-- TASK DETAILS --
Find the word "zero" in the listing below, then return every line it appears in.

-- MATERIAL SHOWN --

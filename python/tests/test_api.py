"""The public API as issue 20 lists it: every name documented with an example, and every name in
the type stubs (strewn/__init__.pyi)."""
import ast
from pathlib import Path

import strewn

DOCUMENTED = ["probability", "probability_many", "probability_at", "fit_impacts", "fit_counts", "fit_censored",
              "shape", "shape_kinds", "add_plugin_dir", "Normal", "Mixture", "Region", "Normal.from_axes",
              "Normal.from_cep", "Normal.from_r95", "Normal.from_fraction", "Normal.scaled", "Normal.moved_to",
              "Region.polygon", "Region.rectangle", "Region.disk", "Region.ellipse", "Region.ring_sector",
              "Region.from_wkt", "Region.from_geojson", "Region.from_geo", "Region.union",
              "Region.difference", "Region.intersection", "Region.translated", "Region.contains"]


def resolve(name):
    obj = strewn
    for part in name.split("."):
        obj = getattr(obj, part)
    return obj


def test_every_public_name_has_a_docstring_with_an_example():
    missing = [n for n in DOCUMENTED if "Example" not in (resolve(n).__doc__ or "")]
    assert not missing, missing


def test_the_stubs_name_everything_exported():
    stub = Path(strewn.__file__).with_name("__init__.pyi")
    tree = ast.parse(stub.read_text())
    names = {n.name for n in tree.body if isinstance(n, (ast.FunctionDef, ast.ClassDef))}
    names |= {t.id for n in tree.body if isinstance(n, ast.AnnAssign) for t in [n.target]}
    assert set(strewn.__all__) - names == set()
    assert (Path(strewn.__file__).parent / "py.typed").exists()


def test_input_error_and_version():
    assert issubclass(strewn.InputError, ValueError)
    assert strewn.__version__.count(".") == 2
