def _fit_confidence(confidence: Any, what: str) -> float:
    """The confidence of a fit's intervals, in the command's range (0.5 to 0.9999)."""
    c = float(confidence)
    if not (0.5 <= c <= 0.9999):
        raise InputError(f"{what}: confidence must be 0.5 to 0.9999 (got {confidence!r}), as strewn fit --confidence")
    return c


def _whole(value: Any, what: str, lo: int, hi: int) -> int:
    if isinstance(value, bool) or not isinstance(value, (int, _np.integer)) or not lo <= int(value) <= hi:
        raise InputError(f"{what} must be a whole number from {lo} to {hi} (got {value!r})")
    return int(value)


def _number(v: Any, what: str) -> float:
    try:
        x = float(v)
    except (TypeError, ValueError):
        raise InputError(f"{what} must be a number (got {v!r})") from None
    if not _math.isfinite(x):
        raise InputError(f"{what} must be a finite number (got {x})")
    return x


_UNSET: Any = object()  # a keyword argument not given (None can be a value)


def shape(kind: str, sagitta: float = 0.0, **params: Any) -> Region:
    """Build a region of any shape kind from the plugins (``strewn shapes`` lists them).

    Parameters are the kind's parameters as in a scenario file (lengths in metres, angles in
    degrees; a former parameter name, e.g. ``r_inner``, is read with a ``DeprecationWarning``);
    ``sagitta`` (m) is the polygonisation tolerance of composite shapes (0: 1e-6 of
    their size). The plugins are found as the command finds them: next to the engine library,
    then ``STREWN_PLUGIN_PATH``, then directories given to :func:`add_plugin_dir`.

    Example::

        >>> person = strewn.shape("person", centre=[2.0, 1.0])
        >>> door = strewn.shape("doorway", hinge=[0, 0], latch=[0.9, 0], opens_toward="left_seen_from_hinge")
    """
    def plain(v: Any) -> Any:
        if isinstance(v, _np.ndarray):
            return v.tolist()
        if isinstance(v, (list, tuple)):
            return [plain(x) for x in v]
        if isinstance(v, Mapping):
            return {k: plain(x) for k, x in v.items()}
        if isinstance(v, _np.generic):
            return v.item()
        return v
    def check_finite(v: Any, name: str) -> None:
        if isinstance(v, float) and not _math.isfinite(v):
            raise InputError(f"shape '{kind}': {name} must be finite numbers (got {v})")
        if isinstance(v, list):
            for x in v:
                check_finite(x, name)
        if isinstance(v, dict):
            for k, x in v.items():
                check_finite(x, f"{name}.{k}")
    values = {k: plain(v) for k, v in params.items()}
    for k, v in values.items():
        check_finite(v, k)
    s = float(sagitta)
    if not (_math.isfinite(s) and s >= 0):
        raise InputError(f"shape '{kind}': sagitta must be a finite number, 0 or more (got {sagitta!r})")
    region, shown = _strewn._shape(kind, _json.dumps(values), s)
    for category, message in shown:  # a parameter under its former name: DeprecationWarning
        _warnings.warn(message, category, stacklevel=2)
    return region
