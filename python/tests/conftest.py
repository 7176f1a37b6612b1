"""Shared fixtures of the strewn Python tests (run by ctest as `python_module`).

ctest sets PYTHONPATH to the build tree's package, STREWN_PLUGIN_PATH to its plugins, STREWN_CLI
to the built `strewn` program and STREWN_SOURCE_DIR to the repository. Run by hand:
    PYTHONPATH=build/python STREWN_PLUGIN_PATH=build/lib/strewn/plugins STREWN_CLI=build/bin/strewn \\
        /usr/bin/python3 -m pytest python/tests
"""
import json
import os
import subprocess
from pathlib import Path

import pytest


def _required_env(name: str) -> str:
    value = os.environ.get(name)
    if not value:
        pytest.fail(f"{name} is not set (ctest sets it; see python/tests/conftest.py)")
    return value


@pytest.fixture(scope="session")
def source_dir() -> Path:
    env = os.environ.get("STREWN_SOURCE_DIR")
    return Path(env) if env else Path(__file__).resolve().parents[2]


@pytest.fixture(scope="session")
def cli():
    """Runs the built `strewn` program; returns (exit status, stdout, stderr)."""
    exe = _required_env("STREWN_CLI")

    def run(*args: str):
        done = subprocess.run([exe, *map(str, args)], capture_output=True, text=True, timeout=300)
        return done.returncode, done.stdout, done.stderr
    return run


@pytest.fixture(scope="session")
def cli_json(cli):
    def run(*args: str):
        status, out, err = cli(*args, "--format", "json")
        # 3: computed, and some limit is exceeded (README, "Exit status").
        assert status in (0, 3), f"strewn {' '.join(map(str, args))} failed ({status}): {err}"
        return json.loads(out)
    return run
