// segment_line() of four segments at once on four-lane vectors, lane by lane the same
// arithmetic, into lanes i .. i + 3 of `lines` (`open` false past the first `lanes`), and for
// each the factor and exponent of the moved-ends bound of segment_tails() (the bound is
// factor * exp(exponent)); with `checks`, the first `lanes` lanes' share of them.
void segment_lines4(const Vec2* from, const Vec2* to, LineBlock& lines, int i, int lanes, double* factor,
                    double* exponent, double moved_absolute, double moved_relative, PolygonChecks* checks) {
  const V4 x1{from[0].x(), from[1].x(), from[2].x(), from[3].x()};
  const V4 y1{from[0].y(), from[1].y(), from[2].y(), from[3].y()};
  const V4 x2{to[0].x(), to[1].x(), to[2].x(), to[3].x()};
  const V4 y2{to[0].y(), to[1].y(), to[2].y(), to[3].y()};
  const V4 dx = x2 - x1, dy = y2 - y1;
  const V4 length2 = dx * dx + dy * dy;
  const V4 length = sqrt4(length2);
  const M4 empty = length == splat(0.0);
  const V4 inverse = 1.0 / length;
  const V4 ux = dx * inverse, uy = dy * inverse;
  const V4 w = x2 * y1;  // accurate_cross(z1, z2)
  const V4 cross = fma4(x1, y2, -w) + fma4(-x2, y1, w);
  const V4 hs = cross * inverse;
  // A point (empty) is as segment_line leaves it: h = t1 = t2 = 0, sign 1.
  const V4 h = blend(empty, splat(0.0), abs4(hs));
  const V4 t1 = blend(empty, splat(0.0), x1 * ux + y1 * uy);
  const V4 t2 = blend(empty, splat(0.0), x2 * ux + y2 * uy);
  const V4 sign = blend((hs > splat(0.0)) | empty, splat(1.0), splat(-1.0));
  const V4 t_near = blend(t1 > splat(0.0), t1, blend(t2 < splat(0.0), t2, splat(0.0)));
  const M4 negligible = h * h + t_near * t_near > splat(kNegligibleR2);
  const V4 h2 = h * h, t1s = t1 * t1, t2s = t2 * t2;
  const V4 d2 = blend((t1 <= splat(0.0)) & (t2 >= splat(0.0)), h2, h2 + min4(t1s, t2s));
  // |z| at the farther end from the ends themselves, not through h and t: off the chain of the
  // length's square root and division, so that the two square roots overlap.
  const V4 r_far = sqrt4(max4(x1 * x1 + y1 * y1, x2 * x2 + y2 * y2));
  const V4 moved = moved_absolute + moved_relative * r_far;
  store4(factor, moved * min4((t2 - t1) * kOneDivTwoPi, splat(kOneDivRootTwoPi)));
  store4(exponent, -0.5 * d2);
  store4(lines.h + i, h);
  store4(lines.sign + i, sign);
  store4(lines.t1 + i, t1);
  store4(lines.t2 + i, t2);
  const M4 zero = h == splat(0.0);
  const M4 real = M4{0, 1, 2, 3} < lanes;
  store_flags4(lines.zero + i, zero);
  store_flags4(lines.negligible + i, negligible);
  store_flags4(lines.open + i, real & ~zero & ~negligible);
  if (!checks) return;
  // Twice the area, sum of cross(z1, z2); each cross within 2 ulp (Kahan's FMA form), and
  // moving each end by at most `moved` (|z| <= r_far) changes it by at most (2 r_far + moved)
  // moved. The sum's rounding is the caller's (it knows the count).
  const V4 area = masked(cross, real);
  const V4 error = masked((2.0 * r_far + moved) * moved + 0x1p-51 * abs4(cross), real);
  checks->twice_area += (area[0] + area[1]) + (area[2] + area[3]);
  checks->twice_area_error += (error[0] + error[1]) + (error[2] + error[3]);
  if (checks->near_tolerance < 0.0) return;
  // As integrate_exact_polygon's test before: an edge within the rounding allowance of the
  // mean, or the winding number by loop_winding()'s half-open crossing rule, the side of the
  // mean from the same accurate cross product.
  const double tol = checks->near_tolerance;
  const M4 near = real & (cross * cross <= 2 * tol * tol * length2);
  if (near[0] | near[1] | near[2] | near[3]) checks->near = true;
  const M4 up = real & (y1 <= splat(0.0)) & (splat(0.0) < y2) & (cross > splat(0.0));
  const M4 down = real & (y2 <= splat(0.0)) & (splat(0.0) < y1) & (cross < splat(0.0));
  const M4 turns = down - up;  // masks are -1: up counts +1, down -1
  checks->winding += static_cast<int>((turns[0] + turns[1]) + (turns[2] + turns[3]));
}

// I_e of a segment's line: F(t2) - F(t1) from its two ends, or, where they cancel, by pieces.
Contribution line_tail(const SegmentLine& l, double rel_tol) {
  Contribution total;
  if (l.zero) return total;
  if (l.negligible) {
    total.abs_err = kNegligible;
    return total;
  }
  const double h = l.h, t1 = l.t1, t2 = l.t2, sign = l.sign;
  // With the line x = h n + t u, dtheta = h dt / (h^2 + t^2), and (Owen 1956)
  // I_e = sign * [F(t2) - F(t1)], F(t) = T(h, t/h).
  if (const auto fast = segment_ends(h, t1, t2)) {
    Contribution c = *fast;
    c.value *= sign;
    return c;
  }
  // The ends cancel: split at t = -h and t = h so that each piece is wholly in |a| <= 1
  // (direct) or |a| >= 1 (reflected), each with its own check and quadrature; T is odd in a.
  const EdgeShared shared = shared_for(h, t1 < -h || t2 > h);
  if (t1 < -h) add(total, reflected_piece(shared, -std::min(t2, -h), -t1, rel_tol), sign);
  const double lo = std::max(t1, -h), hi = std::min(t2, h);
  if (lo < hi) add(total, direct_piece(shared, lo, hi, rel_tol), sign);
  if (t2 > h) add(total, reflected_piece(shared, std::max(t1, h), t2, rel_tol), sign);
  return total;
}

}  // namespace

-- RESPONSE FOR THIS EXERCISE --
  const M4 zero = h == splat(0.0);
  store_flags4(lines.zero + i, zero);
  store_flags4(lines.open + i, real & ~zero & ~negligible);
  if (l.zero) return total;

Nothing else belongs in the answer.